More Copper River King!
28-May-2007
Another weekend, another piece of beautiful Copper River King. In case you haven’t noticed from previous posts, I don’t like to "do" a lot to fish. I mainly try to subtly enhance it more than top it with something that will overwhelm it. This week was no different.
Originally I had planned to do a dry rub for this piece of salmon but was feeling a bit lazy to even do that much work – okay that must have been a lot lazy since making a dry rub is not all that time-consuming! Instead I decided to use a cedar plank – to add just a hint of smoke, and instead of the rub a prepared marinade. I used a Tom Douglas’ Chili Teriyaki Sauce which it looks like he no longer makes. Dang it! The thing I like about this marinade is that it’s super light and even though it is called Teriyaki, the taste seems to lean more toward the chili in my opinion.
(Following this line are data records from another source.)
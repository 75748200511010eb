package build

import (
	"fmt"

	"batchwright/bom/order"
	"batchwright/bom/quantity"
	"batchwright/tolerance/scatter"
	"batchwright/tolerance/tape"
)

// Model is a build compiled: every output at every condition, every trim and
// every bench reading as nodes of one graph, which share what they have in
// common. Parts come first, trims are solved on them, conditions follow.
type Model struct {
	Build   *Build
	Graph   *tape.Graph
	Inputs  []Input // in the order of the graph's input columns
	Outputs []Output
	Trims   []TrimNodes
	Targets []TargetNodes // as Build.Targets
	Points  []Point
	Samples []Sample // as the targets list them

	Findings []Finding // by stage, finding and condition
}

// Input is one thing that scatters: a column of the program.
type Input struct {
	Ref       string // the part's reference, "stage.setting", or the trimmer's reference
	Parameter string // "value", "temperature", "ageing", "beta", "setting error", …
	scatter.Column
	Common float64 // product-moment correlation with another piece of its lot
}

// Output is an output at a condition, or its change from another.
type Output struct {
	Name       OutputName
	Unit       quantity.Unit
	Condition  int
	ChangeFrom int // -1: the output itself
	Node       tape.Ref
	Trims      []int // the trims it depends on
}

// TrimNodes are what is known about a trim in the graph.
type TrimNodes struct {
	Setting    tape.Ref // 0..1, clamped to the end that comes nearest where it does not reach
	AtLow      tape.Ref // the output less the value wanted, at setting 0
	AtHigh     tape.Ref // and at setting 1
	Trims      []int    // the earlier trims it depends on
	ErrorInput int      // input column of its setting error
}

// TargetNodes are the outputs a target judges, as indices of Model.Outputs; a
// target on a trim's reach has none.
type TargetNodes struct{ Outputs []int }

// Point is one bench reading.
type Point struct {
	Stage      *Stage
	Index      int // of the kind's points
	Instrument Instrument
	Loaded     tape.Ref
	Unloaded   tape.Ref
	Level      tape.Ref // V peak at the loaded node, where Levelled
	Levelled   bool     // the instrument needs a least level
	Unit       quantity.Unit
	Trims      []int
}

// Sample is what a target asks of an output at a condition other than the
// reference, or of its change to there, as an instrument would read it.
type Sample struct {
	Target, Condition int
	Point             int      // of Model.Points, that reads the output; -1: none
	Loaded            tape.Ref // with the point's instrument connected, if there is one
	Unloaded          tape.Ref
}

// compiler turns a build into a graph.
type compiler struct {
	*Model
	inputs map[string]tape.Ref // by reference and parameter
	lines  map[string]string   // buying line of each reference
	lots   map[string]string   // buying line -> the first reference on it
	open   map[string]bool     // pieces that may be others: given every term a part may have
	err    error
}

// Compile builds the model. Errors are faults of this program, not of the
// build, which Read has checked.
func (b *Build) Compile() (*Model, error) {
	c := b.newCompiler()
	settings := c.compileTrims()
	environments := c.environments(settings)
	c.compileOutputs(environments)
	c.compileFindings(environments)
	c.compilePoints(settings)
	c.compileSamples(settings)
	c.findTrims()
	return c.Model, c.err
}

// CompileTargets builds the model of what the targets judge, and no more.
func (b *Build) CompileTargets() (*Model, error) {
	return b.CompileOpen(nil)
}

// CompileOpen is CompileTargets with every term that a part may have for the
// pieces with some references, so that other parts in their places need other
// inputs only, and not other equations: see PieceInputs.
func (b *Build) CompileOpen(refs map[string]bool) (*Model, error) {
	c := b.newCompiler()
	c.open = refs
	c.compileTargets(c.environments(c.compileTrims()), map[string]int{})
	c.findTrims()
	return c.Model, c.err
}

func (b *Build) newCompiler() *compiler {
	c := &compiler{
		Model:  &Model{Build: b, Graph: tape.NewGraph()},
		inputs: map[string]tape.Ref{},
		lines:  map[string]string{},
		lots:   map[string]string{},
	}
	for _, p := range b.Parts() {
		key := order.Key(p)
		c.lines[p.Ref] = key
		if c.lots[key] == "" {
			c.lots[key] = p.Ref
		}
	}
	return c
}

// compileTrims solves the trims in order. While one is done, the later
// trimmers stand in the middle of their travel.
func (c *compiler) compileTrims() []tape.Ref {
	g := c.Graph
	settings := make([]tape.Ref, len(c.Build.Trims))
	for i := range settings {
		settings[i] = g.Constant(0.5)
	}
	for i, t := range c.Build.Trims {
		place := c.Build.Stage(t.Stage).place(t.Role)
		with := func(setting tape.Ref) tape.Ref {
			at := append([]tape.Ref(nil), settings...)
			at[i] = setting
			e := c.newEnvironment(t.Condition, at)
			return g.Sub(c.output(e, t.Output), g.Constant(t.To))
		}
		column := len(c.Inputs)
		wrong := c.input(place.Part.Ref, "setting error", scatter.Column{
			Shape: "uniform", Lot: -1, HalfWidth: t.Within, Stream: stream(place.Part.Ref, "setting error"),
		})
		u := g.Unknown()
		n := TrimNodes{AtLow: with(g.Constant(0)), AtHigh: with(g.Constant(1)), ErrorInput: column}
		n.Setting = g.Root(u, g.Constant(0), g.Constant(1), g.Sub(with(u), wrong))
		c.Trims = append(c.Trims, n)
		settings[i] = n.Setting
	}
	return settings
}

// environments are those of every condition, after the trims.
func (c *compiler) environments(settings []tape.Ref) []*environment {
	var list []*environment
	for i := range c.Build.Conditions {
		list = append(list, c.newEnvironment(i, settings))
	}
	return list
}

// compileOutputs makes a node for every output at every condition, and for
// every change that a target asks about.
func (c *compiler) compileOutputs(environments []*environment) {
	at := map[string]int{}
	for _, s := range c.Build.Stages {
		for _, o := range s.Outputs {
			for i := range environments {
				c.outputAt(OutputName{s.Name, o.Name}, i, environments, at)
			}
		}
	}
	c.compileTargets(environments, at)
}

// outputAt is the index of an output at a condition, made on first use.
func (c *compiler) outputAt(name OutputName, condition int, environments []*environment, at map[string]int) int {
	k := key(name, condition, -1)
	i, made := at[k]
	if !made {
		o, _ := c.Build.Stage(name.Stage).output(name.Output)
		i = len(c.Outputs)
		at[k] = i
		c.Outputs = append(c.Outputs, Output{Name: name, Unit: o.Unit, Condition: condition, ChangeFrom: -1,
			Node: c.output(environments[condition], name)})
	}
	return i
}

// compileTargets finds the outputs that each target judges.
func (c *compiler) compileTargets(environments []*environment, at map[string]int) {
	for _, t := range c.Build.Targets {
		var n TargetNodes
		if t.Trim < 0 {
			for _, condition := range t.At {
				n.Outputs = append(n.Outputs, c.judged(t, condition, environments, at))
			}
		}
		c.Targets = append(c.Targets, n)
	}
}

// key identifies an output at a condition or its change.
func key(name OutputName, condition, from int) string {
	return fmt.Sprintf("%s|%d|%d", name, condition, from)
}

// judged is the index of the output that a target judges at a condition: itself
// or its change.
func (c *compiler) judged(t Target, condition int, environments []*environment, at map[string]int) int {
	i := c.outputAt(t.Output, condition, environments, at)
	if t.ChangeFrom < 0 {
		return i
	}
	from := c.Outputs[c.outputAt(t.Output, t.ChangeFrom, environments, at)]
	k := key(t.Output, condition, t.ChangeFrom)
	change, made := at[k]
	if !made {
		to := c.Outputs[i]
		to.ChangeFrom, to.Node = t.ChangeFrom, c.Graph.Sub(to.Node, from.Node)
		if to.Unit.Offset != 0 { // a difference of temperatures is in kelvin
			to.Unit = quantity.Kelvin
		}
		change = len(c.Outputs)
		at[k] = change
		c.Outputs = append(c.Outputs, to)
	}
	return change
}

// compilePoints makes the readings of every test point at the reference
// condition: with the instrument connected, and without.
func (c *compiler) compilePoints(settings []tape.Ref) {
	bare := c.newEnvironment(0, settings)
	for _, s := range c.Build.Stages {
		for i, p := range s.Kind.Points {
			instrument, ok := c.Build.Instrument(p.Instrument)
			if !ok {
				c.fail(fmt.Errorf("build: %s.%s is read with %q, which is no instrument", s.Kind.Name, p.Name, p.Instrument))
				continue
			}
			loaded := c.loadedEnvironment(0, settings, s, i, instrument)
			out, ok := s.output(p.Name)
			if !ok {
				c.fail(fmt.Errorf("build: %s reads %q, which is no output", s.Kind.Name, p.Name))
				continue
			}
			q := Point{
				Stage: s, Index: i, Instrument: instrument, Unit: out.Unit,
				Loaded: c.equation(loaded, s, p.Name), Unloaded: c.equation(bare, s, p.Name),
			}
			if instrument.MinimumLevel > 0 {
				q.Level, q.Levelled = q.Loaded, p.Level != "" || p.Reading == "peak voltage"
				if p.Level != "" {
					q.Level = c.equation(loaded, s, p.Level)
				}
			}
			c.Points = append(c.Points, q)
		}
	}
}

// findTrims notes which trims everything depends on: those whose setting
// error it reads.
func (c *compiler) findTrims() {
	for t, trim := range c.Trims {
		depends := c.Graph.Dependents(trim.ErrorInput)
		for i := range c.Outputs {
			if depends[c.Outputs[i].Node] {
				c.Outputs[i].Trims = append(c.Outputs[i].Trims, t)
			}
		}
		for i := range c.Points {
			if depends[c.Points[i].Loaded] {
				c.Points[i].Trims = append(c.Points[i].Trims, t)
			}
		}
		for i := range c.Findings {
			if depends[c.Findings[i].Node] {
				c.Findings[i].Trims = append(c.Findings[i].Trims, t)
			}
		}
		for i := range c.Trims {
			if depends[c.Trims[i].AtLow] || depends[c.Trims[i].AtHigh] {
				c.Trims[i].Trims = append(c.Trims[i].Trims, t)
			}
		}
	}
}

// fail keeps the first error.
func (c *compiler) fail(err error) {
	if c.err == nil {
		c.err = err
	}
}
So after soaking my cedar board for a couple hours (very important!), I placed the salmon on it, lightly brushed the salmon with a bit of the marinade and placed it on the grill for about 20 minutes. I also added a couple ears of fresh corn I’d picked up at Central Market to the grill. Now, the sign said it was Northwest grown but they didn’t say Northwest of where! I don’t ever remember seeing corn this early even from Yakima or other points in Eastern Washington. Hmmm. Finally, a few spears of asparagus joined the party on the grill. When all was said and done it was a great dinner!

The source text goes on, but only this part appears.